**WHAT NEEDS TO BE DONE**
Below are the entries; output exactly the lines from the one containing "return element, scene.face_names[int(scene.faces.name[row])]" through the final line, inclusive.

INPUT MATERIAL Block Start

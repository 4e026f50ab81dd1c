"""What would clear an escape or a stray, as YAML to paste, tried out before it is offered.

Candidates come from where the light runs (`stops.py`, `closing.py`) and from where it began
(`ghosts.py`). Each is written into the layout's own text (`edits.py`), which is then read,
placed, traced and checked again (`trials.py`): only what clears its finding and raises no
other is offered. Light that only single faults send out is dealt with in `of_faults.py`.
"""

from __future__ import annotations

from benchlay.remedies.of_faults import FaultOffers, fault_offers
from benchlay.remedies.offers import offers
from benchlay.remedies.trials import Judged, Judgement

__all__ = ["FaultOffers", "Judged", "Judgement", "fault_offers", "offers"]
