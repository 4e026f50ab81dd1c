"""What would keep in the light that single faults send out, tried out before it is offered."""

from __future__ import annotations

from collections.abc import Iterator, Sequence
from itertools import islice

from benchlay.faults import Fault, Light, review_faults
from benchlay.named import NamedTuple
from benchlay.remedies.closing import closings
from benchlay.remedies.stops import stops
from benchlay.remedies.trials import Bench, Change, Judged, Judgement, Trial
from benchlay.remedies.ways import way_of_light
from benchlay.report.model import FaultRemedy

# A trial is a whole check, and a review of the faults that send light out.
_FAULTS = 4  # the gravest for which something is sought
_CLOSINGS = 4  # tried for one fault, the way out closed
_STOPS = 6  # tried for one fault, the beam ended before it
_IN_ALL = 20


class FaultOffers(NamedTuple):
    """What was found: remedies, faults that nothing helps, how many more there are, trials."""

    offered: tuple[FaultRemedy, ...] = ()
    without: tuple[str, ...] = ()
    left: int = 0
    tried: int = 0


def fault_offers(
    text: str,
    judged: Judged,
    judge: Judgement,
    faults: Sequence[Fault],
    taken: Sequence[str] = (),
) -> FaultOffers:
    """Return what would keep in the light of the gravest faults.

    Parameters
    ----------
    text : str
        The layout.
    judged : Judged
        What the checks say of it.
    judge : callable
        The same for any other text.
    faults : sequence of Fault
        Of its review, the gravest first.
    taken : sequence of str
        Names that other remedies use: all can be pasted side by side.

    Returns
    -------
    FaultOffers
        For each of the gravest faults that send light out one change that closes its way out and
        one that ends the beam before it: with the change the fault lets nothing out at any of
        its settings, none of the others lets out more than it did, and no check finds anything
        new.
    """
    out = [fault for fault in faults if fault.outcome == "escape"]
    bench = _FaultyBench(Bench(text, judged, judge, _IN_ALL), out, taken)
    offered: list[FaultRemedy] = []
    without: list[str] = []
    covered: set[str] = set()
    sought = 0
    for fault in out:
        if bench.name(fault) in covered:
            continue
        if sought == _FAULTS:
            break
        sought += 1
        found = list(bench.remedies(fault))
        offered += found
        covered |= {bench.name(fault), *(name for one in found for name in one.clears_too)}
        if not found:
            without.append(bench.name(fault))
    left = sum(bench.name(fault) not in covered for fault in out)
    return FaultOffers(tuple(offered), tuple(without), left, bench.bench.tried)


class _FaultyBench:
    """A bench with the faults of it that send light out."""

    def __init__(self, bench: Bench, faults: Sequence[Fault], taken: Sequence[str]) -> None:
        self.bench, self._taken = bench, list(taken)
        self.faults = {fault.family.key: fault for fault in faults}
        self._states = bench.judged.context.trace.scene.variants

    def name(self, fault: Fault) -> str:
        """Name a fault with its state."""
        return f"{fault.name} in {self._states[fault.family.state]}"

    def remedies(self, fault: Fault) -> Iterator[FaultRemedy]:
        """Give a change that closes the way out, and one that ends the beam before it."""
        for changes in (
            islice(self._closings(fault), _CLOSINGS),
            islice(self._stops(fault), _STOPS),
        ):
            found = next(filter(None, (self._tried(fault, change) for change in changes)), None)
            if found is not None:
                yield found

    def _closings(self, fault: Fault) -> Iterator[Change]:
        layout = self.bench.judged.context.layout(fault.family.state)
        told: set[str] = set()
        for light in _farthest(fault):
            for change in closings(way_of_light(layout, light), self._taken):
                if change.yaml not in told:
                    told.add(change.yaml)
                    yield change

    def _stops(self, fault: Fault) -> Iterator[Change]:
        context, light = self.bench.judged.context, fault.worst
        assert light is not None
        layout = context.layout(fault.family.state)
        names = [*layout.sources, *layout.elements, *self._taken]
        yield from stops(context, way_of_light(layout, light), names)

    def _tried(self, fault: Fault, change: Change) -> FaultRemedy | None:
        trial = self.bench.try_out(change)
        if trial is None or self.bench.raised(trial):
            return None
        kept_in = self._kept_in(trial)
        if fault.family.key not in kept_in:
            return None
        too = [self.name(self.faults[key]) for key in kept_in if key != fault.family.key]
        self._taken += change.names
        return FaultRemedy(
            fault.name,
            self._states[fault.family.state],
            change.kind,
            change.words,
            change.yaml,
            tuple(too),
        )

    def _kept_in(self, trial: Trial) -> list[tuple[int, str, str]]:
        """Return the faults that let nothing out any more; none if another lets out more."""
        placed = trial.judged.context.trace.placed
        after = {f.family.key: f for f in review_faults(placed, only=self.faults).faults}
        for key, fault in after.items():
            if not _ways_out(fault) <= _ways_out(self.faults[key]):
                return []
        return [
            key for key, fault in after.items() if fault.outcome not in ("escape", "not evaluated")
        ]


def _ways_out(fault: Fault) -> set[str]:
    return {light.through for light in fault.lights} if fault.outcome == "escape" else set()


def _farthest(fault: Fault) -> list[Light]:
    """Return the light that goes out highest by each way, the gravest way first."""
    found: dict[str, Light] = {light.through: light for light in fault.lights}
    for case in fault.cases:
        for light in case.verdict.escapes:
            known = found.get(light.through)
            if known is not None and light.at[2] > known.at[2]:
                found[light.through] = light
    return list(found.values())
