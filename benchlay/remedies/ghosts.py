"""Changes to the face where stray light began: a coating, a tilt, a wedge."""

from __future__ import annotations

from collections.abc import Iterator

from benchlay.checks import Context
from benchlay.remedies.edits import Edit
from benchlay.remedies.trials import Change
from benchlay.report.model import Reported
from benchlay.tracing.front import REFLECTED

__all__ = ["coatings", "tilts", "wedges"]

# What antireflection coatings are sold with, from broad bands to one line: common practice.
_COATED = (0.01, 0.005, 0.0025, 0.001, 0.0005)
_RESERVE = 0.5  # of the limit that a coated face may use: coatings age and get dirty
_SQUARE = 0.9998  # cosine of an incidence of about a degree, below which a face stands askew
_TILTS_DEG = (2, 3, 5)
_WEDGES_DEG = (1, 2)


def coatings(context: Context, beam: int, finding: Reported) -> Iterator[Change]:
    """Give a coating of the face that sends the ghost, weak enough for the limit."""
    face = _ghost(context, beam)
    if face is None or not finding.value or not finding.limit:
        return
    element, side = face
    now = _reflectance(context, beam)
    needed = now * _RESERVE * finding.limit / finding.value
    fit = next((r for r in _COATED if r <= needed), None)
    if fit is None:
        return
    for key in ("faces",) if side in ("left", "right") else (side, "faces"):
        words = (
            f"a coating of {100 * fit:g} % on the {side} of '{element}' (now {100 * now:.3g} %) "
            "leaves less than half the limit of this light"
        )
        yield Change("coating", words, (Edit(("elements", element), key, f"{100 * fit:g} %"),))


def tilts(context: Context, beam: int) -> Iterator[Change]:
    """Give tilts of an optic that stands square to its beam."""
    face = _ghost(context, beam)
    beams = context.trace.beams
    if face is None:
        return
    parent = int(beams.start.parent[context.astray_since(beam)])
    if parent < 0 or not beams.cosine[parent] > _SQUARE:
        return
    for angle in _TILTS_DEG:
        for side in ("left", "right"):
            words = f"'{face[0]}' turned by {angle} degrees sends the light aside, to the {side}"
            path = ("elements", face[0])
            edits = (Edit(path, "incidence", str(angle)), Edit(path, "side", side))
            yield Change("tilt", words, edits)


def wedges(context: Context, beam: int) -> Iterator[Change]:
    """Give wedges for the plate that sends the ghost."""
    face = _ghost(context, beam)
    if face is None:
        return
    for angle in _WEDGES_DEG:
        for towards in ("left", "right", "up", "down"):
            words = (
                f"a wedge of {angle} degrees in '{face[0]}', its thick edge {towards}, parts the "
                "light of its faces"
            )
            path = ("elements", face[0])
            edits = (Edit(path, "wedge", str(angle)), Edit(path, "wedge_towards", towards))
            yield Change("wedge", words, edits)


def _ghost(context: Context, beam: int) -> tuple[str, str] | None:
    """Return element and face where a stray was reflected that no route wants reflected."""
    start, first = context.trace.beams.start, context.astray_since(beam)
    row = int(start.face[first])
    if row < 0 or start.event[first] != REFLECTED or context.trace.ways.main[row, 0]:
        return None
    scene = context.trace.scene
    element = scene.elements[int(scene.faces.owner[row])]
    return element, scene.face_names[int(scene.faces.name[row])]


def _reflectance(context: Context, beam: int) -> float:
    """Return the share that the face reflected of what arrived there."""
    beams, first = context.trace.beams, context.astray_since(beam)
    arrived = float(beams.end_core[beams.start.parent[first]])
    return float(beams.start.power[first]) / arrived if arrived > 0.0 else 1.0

INPUT MATERIAL Block End

**ANSWER SECTION**
    return element, scene.face_names[int(scene.faces.name[row])]


def _reflectance(context: Context, beam: int) -> float:
    """Return the share that the face reflected of what arrived there."""
    beams, first = context.trace.beams, context.astray_since(beam)
    arrived = float(beams.end_core[beams.start.parent[first]])
    return float(beams.start.power[first]) / arrived if arrived > 0.0 else 1.0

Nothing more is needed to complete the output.